* **Instructions for the task**
How many lines in the data below contain the string "yaml"? Answer with the number only.

[Stored items]
--*--
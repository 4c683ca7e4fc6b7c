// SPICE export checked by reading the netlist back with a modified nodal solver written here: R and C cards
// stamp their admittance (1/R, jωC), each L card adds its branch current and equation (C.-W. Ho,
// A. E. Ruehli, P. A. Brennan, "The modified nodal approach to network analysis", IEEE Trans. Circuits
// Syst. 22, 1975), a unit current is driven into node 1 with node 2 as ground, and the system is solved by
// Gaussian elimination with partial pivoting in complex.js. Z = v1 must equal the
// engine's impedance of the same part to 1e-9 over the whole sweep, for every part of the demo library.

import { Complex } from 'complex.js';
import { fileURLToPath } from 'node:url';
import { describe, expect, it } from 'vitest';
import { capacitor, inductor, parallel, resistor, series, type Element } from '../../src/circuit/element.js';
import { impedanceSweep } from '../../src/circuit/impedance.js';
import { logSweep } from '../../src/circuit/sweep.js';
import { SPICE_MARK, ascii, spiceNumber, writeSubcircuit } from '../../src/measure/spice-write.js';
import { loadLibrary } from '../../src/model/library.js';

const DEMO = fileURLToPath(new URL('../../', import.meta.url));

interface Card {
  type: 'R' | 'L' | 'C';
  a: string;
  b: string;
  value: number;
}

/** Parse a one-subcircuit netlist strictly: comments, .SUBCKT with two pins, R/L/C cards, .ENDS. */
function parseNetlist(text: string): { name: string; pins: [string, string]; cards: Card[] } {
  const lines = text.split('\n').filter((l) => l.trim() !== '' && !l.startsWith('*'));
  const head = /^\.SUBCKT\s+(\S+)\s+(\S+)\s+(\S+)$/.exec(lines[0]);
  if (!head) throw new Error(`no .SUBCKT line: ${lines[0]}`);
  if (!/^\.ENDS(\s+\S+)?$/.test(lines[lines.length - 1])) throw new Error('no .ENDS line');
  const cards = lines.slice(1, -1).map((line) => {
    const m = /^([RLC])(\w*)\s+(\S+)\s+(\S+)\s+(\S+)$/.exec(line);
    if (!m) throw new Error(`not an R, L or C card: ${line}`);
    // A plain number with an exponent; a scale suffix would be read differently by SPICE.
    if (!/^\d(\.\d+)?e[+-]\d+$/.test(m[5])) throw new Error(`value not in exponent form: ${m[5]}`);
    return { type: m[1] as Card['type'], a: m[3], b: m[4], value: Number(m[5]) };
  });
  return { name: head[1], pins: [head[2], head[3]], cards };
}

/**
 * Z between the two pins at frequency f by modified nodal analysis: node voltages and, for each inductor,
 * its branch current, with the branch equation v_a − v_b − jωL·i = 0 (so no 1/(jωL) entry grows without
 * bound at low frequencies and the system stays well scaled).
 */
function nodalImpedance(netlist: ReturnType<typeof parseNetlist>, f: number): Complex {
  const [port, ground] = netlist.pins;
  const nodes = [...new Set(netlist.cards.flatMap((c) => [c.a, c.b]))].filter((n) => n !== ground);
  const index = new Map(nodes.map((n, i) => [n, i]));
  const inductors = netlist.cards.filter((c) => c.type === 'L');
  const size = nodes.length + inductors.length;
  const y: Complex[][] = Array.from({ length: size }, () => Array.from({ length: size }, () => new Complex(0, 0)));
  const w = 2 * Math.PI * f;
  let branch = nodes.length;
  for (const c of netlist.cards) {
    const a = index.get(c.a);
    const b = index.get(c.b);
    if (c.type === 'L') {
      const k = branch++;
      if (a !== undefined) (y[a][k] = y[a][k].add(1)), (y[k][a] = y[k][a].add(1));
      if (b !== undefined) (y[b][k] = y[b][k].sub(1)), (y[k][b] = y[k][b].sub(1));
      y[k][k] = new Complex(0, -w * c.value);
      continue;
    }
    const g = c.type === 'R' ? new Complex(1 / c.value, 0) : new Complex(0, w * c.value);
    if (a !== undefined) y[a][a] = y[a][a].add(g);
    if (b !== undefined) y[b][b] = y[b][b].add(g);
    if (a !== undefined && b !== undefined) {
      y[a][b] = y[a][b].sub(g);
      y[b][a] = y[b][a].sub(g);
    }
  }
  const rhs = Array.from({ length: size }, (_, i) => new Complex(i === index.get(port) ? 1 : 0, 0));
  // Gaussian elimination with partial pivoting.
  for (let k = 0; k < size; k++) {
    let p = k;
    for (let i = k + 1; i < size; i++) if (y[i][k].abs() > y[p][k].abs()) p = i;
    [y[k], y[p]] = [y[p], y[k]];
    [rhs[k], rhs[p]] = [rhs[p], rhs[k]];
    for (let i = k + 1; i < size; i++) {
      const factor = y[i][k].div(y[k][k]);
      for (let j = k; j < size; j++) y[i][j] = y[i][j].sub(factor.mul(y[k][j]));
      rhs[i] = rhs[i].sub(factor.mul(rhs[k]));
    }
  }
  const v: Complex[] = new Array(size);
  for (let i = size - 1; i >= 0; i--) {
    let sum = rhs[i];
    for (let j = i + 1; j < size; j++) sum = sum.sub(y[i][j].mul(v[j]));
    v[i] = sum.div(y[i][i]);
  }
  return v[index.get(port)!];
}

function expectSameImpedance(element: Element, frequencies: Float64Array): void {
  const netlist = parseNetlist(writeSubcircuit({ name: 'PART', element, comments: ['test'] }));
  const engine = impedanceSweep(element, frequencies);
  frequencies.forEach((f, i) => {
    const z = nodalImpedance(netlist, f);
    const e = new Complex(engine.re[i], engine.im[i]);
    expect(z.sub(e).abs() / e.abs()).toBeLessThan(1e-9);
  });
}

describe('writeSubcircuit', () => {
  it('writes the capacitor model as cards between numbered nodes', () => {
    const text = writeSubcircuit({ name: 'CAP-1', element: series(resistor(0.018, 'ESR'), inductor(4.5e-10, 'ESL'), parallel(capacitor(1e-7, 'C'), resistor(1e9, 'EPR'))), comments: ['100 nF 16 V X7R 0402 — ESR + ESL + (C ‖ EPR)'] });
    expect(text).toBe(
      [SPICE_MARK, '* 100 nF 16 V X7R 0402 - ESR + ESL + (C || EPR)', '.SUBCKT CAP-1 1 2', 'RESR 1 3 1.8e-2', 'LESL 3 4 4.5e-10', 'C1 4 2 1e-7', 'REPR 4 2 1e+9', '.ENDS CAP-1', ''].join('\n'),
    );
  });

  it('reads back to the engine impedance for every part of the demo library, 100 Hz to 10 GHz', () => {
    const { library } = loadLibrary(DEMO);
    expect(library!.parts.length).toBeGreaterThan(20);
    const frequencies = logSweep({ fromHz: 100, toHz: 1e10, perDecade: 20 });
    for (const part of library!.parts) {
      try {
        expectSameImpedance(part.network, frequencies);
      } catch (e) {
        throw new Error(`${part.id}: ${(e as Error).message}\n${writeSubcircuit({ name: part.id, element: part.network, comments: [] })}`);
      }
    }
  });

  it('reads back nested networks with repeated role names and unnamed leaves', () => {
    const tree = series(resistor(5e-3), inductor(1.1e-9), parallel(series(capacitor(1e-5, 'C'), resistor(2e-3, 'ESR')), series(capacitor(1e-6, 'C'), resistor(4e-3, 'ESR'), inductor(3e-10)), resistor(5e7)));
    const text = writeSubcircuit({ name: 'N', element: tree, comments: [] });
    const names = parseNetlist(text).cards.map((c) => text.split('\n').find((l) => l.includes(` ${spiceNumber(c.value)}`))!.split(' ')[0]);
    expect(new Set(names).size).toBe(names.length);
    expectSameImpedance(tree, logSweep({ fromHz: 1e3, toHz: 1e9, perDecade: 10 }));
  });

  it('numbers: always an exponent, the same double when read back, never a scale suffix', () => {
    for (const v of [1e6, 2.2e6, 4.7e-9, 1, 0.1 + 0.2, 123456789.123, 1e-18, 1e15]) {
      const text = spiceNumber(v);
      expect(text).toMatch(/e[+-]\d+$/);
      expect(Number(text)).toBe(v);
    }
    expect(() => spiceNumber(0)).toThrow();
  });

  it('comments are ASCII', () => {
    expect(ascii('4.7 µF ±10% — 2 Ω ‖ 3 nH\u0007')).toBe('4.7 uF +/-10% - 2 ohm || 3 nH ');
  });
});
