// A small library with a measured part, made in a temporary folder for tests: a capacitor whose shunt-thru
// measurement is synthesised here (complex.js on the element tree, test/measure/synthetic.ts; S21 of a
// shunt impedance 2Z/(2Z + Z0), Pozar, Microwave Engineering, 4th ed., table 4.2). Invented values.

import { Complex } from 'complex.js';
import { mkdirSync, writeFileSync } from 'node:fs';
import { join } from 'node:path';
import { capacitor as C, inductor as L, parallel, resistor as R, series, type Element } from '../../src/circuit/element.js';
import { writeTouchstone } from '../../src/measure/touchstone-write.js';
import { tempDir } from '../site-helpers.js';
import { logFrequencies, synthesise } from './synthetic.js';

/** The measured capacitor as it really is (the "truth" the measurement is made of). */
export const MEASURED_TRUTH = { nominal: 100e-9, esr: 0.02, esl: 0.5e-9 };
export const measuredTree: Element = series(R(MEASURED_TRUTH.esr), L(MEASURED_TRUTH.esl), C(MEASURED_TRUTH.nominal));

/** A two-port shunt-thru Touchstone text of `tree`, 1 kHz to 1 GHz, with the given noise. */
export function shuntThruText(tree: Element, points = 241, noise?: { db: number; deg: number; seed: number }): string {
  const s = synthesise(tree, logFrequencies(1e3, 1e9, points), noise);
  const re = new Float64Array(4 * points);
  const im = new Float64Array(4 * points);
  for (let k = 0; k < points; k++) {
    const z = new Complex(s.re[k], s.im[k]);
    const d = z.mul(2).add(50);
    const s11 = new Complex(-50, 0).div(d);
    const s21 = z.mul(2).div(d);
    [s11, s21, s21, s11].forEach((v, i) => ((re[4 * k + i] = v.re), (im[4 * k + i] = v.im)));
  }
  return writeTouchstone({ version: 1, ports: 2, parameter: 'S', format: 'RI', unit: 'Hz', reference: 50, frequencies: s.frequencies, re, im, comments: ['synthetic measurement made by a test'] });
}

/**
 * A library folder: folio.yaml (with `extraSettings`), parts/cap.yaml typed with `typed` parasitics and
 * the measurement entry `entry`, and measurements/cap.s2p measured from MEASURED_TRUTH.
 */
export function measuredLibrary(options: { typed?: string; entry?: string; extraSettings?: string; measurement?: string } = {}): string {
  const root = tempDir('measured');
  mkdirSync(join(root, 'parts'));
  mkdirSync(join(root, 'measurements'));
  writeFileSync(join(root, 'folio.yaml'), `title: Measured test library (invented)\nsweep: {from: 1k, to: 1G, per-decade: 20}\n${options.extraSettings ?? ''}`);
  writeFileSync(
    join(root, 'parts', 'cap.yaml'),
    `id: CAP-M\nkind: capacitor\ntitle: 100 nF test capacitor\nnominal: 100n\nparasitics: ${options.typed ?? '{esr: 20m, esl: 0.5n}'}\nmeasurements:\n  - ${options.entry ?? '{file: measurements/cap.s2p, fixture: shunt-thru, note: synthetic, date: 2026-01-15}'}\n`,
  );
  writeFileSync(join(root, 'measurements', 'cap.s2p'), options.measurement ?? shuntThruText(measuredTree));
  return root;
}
--*--
* **Result**
3